Les entreprises multinationales françaises n’échappent à ce phénomène, et elles profitent d’un climat aujourd’hui favorable pour étendre leurs sphères d’influence et solidifier les pouvoirs acquis au cours des décennies passées.
Les grandes entreprises du CAC 40 dégagent des profits records estimés à 90 milliards d’euros en 2017 : ce qui fait de 2017 leur deuxième meilleur exercice des douze dernières années, après le record de 96 milliards d’euros atteint en 2007, intervenu juste avant la crise de 2008. Le CAC 40 entend d’ailleurs battre ce record en 2018.
En un an, les profits ont bondi de 21,3% et même de 78% par rapport à 2015.
Pris globalement, ce sont plus de 60% des profits des entreprises du CAC 40 qui sont versés aux actionnaires sous forme de dividendes ou de rachat d’action.
Selon les derniers chiffres publiés, ce montant a atteint, en 2018, le record de 57,4 milliards d’euros.

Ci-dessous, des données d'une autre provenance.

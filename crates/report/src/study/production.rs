//! Results of a production solver in words.

use record::study::{Against, Production, SizeMean};

use super::growth::{pairs, profile, verdict};
use super::{Section, Table, value};
use crate::number::{count, of, short};

/// What a reader must know of the figures.
const MEANING: &str = "Results as they were pasted: nobody checked them here. Means are shifted \
geometric ones, of time by a second. Solved is a result whose bound and plan are within one part in \
ten thousand. A run that was stopped counts with what it had done until then. Ratios are paired: the \
same instances for both.";

pub(super) fn sections(report: &Production) -> Vec<Section> {
    let mut out = Vec::new();
    if !report.means.is_empty() {
        out.push(rivals(report));
    } else if !report.remarks.is_empty() {
        let heading = "In production".to_owned();
        return vec![Section { heading, faults: report.remarks.clone(), ..Section::default() }];
    }
    let letters: Vec<&str> = report.means.iter().map(|mean| mean.rival.as_str()).collect();
    if !report.pairs.is_empty() {
        out.push(pairs(&report.pairs, word(report)));
        out.push(profile(&report.profile, &letters, word(report)));
    }
    if !report.against.is_empty() {
        out.push(against(&report.against));
    }
    out
}

/// What is compared.
fn word(report: &Production) -> &'static str {
    if report.measure == "nodes" { "nodes" } else { "time" }
}

fn rivals(report: &Production) -> Section {
    let timed = word(report) == "time";
    let mut head = vec!["rival", "instances", "not solved", "nodes"];
    if timed {
        head.push("seconds");
    }
    let mut table = Table::new(&head, &[0]);
    table.rows = report.means.iter().map(|mean| row(mean, timed)).collect();
    Section {
        heading: format!("In production ({})", of(u64::from(report.results), "pasted result")),
        faults: report.remarks.clone(),
        verdict: report.pairs.iter().map(|pair| verdict(pair, word(report))).collect(),
        figure: None,
        table: Some(table),
        notes: vec![MEANING.to_owned()],
    }
}

fn row(mean: &SizeMean, timed: bool) -> Vec<String> {
    let mut row = vec![
        mean.rival.clone(),
        count(u64::from(mean.instances)),
        count(u64::from(mean.stopped)),
        short(mean.nodes),
    ];
    if timed {
        row.push(short(mean.work / 1_000.0));
    }
    row
}

fn against(lines: &[Against]) -> Section {
    let head = ["rival", "instance", "bound pasted", "plan pasted", "root bound proved here", ""];
    let mut table = Table::new(&head, &[0, 1, 5]);
    let row = |one: &Against| {
        let wrong = if one.wrong.is_empty() { "agrees".to_owned() } else { one.wrong.clone() };
        let name = one.instance.clone();
        vec![one.rival.clone(), name, value(one.bound), value(one.plan), value(one.root), wrong]
    };
    table.rows = lines.iter().map(row).collect();
    let wrong: Vec<&Against> = lines.iter().filter(|one| !one.wrong.is_empty()).collect();
    let verdict = match wrong.first() {
        None => "No pasted result contradicts what is proved here.".to_owned(),
        Some(first) => format!(
            "{} of {} cannot be of the same model and data, {} to begin with: {}.",
            count(wrong.len() as u64),
            of(lines.len() as u64, "pasted result"),
            first.rival,
            first.wrong
        ),
    };
    Section {
        heading: "Pasted results beside what is proved here".to_owned(),
        verdict: vec![verdict],
        table: Some(table),
        ..Section::default()
    }
}
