//! The bound ruler of a lane: the root's bound, the bound now, and what is left to the best known
//! value, on the shared axis.

use report::axis::Axis;
use report::labels::along;
use report::number::short;
use yew::prelude::*;

use crate::view::axis::{across, in_view};
use crate::view::map::px;

const SIZE: f64 = 11.0;

#[derive(Properties, PartialEq)]
pub(crate) struct RulerProps {
    pub(crate) axis: Axis,
    pub(crate) width: f64,
    pub(crate) root: f64,
    pub(crate) now: Option<f64>,
    pub(crate) best: Option<f64>,
    /// Whether `now` is a moment of the past.
    pub(crate) then: bool,
}

/// The ruler.
#[component]
pub(crate) fn Ruler(props: &RulerProps) -> Html {
    let width = props.width;
    let raw = |value: f64| across(&props.axis, width, value);
    let x = |value: f64| clipped(raw(value), width);
    let root = x(props.root);
    let now = props.now.filter(|now| (raw(*now) - raw(props.root)).abs() > 1.0);
    let end = now.map_or(root, x);
    let root_text = said("root", props.root, raw(props.root), width);
    let now_text =
        now.map(|now| said(if props.then { "then" } else { "now" }, now, raw(now), width));
    let mut wishes = vec![(root, root_text.as_str())];
    wishes.extend(now.zip(now_text.as_deref()).map(|(now, text)| (x(now), text)));
    let mut marks: Vec<f64> = wishes.iter().map(|wish| wish.0).collect();
    let best = props.best.filter(|best| in_view(raw(*best), width));
    marks.extend(best.map(x));
    let places = along(&wishes, &marks, props.width, SIZE);
    let texts = wishes.iter().zip(places);
    html! {
        <svg class="ruler" width={px(props.width)} height="26" aria-hidden="true">
            if let Some(best) = props.best {
                <line class="left" x1={px(end)} y1="19.5" x2={px(x(best))} y2="19.5" />
            }
            if let Some(best) = best {
                <line class="best" x1={px(x(best))} y1="0" x2={px(x(best))} y2="26" />
            }
            <line class="done" x1={px(root)} y1="19.5" x2={px(end)} y2="19.5" />
            for mark in wishes.iter().map(|wish| wish.0) {
                <line class="mark" x1={px(mark)} y1="5" x2={px(mark)} y2="24" />
            }
            for (wish, place) in texts {
                if let Some(left) = place { <text class="tick" x={px(left)} y="13">{ wish.1.to_owned() }</text> }
            }
        </svg>
    }
}

/// An x within the drawing.
fn clipped(x: f64, width: f64) -> f64 {
    let x = if x > 0.0 { x } else { 0.0 };
    if x < width { x } else { width }
}

/// A bound in words; an arrow says where it stands when it is out of view.
fn said(name: &str, value: f64, x: f64, width: f64) -> String {
    let value = short(value);
    if x < 0.0 {
        format!("\u{2190} {name} {value}")
    } else if x > width {
        format!("{name} {value} \u{2192}")
    } else {
        format!("{name} {value}")
    }
}

#[cfg(test)]
mod tests {
    use super::*;

    #[test]
    fn a_bound_out_of_view_says_where_it_is() {
        assert_eq!(said("root", 12.0, -4.0, 100.0), "← root 12");
        assert_eq!(said("now", 12.0, 104.0, 100.0), "now 12 →");
        assert_eq!(said("now", 12.0, 50.0, 100.0), "now 12");
        assert_eq!((clipped(-4.0, 100.0), clipped(104.0, 100.0)), (0.0, 100.0));
    }
}
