//! Drawings of lines, marks and words, black on white or white on black as the text around them is.

use std::fmt::Write;

use crate::decision::escaped;

/// A drawing; places are in pixels from the upper left.
#[derive(Debug, Clone, Default, PartialEq, Eq)]
pub struct Figure {
    /// What it shows, in words.
    pub label: String,
    /// Width and height.
    pub size: (usize, usize),
    /// Thin grey lines from x, y to x, y.
    pub rules: Vec<[usize; 4]>,
    /// Lines from x, y to x, y, each with its dashes.
    pub lines: Vec<([usize; 4], &'static str)>,
    /// Discs, or rings where they are not full.
    pub marks: Vec<(usize, usize, bool)>,
    /// Words beside the lines: x, y and the word.
    pub words: Vec<(usize, usize, String)>,
    /// Small words, each with where its place is in it: start, middle or end.
    pub labels: Vec<(usize, usize, &'static str, String)>,
    /// Names of the rivals, centred.
    pub names: Vec<(usize, usize, String)>,
}

impl Figure {
    /// The drawing as SVG, by attributes alone: the page's policy refuses styles in an element.
    #[must_use]
    pub fn svg(&self) -> String {
        let (width, height) = self.size;
        let mut out = format!(
            "<svg role=\"img\" aria-label=\"{}\" viewBox=\"0 0 {width} {height}\" width=\"{width}\" \
             height=\"{height}\" font-family=\"system-ui,sans-serif\" font-size=\"13\" \
             fill=\"currentColor\" stroke=\"none\">",
            escaped(&self.label)
        );
        let grey = self.rules.iter().map(|rule| (rule, "stroke-opacity=\"0.3\"".to_owned()));
        let lines = self.lines.iter();
        let lines = lines.map(|(line, dashes)| (line, format!("stroke-dasharray=\"{dashes}\"")));
        for ([x1, y1, x2, y2], hand) in grey.chain(lines) {
            // Writing to a string cannot fail.
            let _ = write!(
                out,
                "<line x1=\"{x1}\" y1=\"{y1}\" x2=\"{x2}\" y2=\"{y2}\" stroke=\"currentColor\" {hand}/>"
            );
        }
        for (x, y, full) in &self.marks {
            let fill = if *full { "currentColor" } else { "Canvas" };
            let _ = write!(
                out,
                "<circle cx=\"{x}\" cy=\"{y}\" r=\"3.5\" stroke=\"currentColor\" fill=\"{fill}\"/>"
            );
        }
        let words =
            self.words.iter().map(|(x, y, word)| (x, y, word, "font-style=\"italic\"".to_owned()));
        let labels = self.labels.iter().map(|(x, y, anchor, word)| {
            (x, y, word, format!("font-size=\"12\" text-anchor=\"{anchor}\""))
        });
        let bold = "font-size=\"16\" font-weight=\"600\" text-anchor=\"middle\"";
        let names = self.names.iter().map(|(x, y, name)| (x, y, name, bold.to_owned()));
        for (x, y, word, hand) in words.chain(labels).chain(names) {
            let _ = write!(out, "<text x=\"{x}\" y=\"{y}\" {hand}>{}</text>", escaped(word));
        }
        out + "</svg>"
    }
}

Si la rémunération des actionnaires des entreprises du CAC 40 n’atteignent pas encore les niveaux de certaines multinationales anglo-saxonnes, elle est très largement à la hausse, conduisant à terme à une déformation majeure du partage de la valeur ajoutée.
Quant à l’état français, supposé être le gardien général, il ne cherche pas à réguler ces entreprises : les entreprises dont il est actionnaire comme Engie, ont une politique de distribution de dividendes particulièrement généreuse. Cette politique nuit à l’investissement et au final à l’avenir des entreprises.
Le salaire moyen d’un patron du CAC 40 était de 4,68 millions d’euros en 2017. En moyenne, les PDG du CAC 40 gagnent 257 fois le SMIC par an et 119 fois plus que la moyenne de la rémunération de leurs salariés.
Les entreprises du CAC 40 sont loin d’être des modèles en matière d’égalité de rémunération entre leur personnel masculin et féminin, sujet sur lequel elles rechignent à communiquer. Les données disponibles montrent que, sur l’ensemble de ces grandes entreprises, l’écart de salaire moyen, à qualification égale, est de 18,6% au détriment des femmes. Par ailleurs, sur un échantillon d’une soixante de grandes entreprises liées au CAC 40, 13 n’ont aucune femme au sein de leur direction. Sur les 57 PDG, directeurs généraux et président du conseil d‘administration qui dirigent les géants du CAC, il n’y a que deux femmes.
Ces mêmes entreprises sont les championnes de l’évitement fiscal, ce qui leur permet de payer moins d’impôts que les autres entreprises : selon la direction du trésor, le taux d’imposition effectif brut des grandes entreprises était en 2014 de 26 %, contre 32 % pour les PME.
Cette inégalité est possible grâce à des techniques de plus en plus complexes qui utilisent notamment la concurrence fiscale entre Etats.
Cet évitement fiscal est grandement facilité pour les grandes entreprises par le biais notamment du Crédit d’impôt recherche (CIR).
La présence de l’Etat français dans le capital des entreprises n’a malheureusement pas d’effet sur leur comportement. Non seulement les entreprises dont l’état est actionnaire donnent la priorité au versement de dividendes, mais elles sont également parmi les plus actives en matière d’évitement fiscal.
Ainsi Engie, dont l’état est actionnaire à hauteur de 24 %, possède 2.300 filiales, dont 327 sont basées dans des paradis fiscaux : 133 aux Pays-Bas, 74 en Belgique et 28 au Luxembourg, où 27 milliards d’actifs ont été transférés et où Engie a même installé sa maison mère.
Outre Engie, la Belgique attire entre autres EDF et Orange.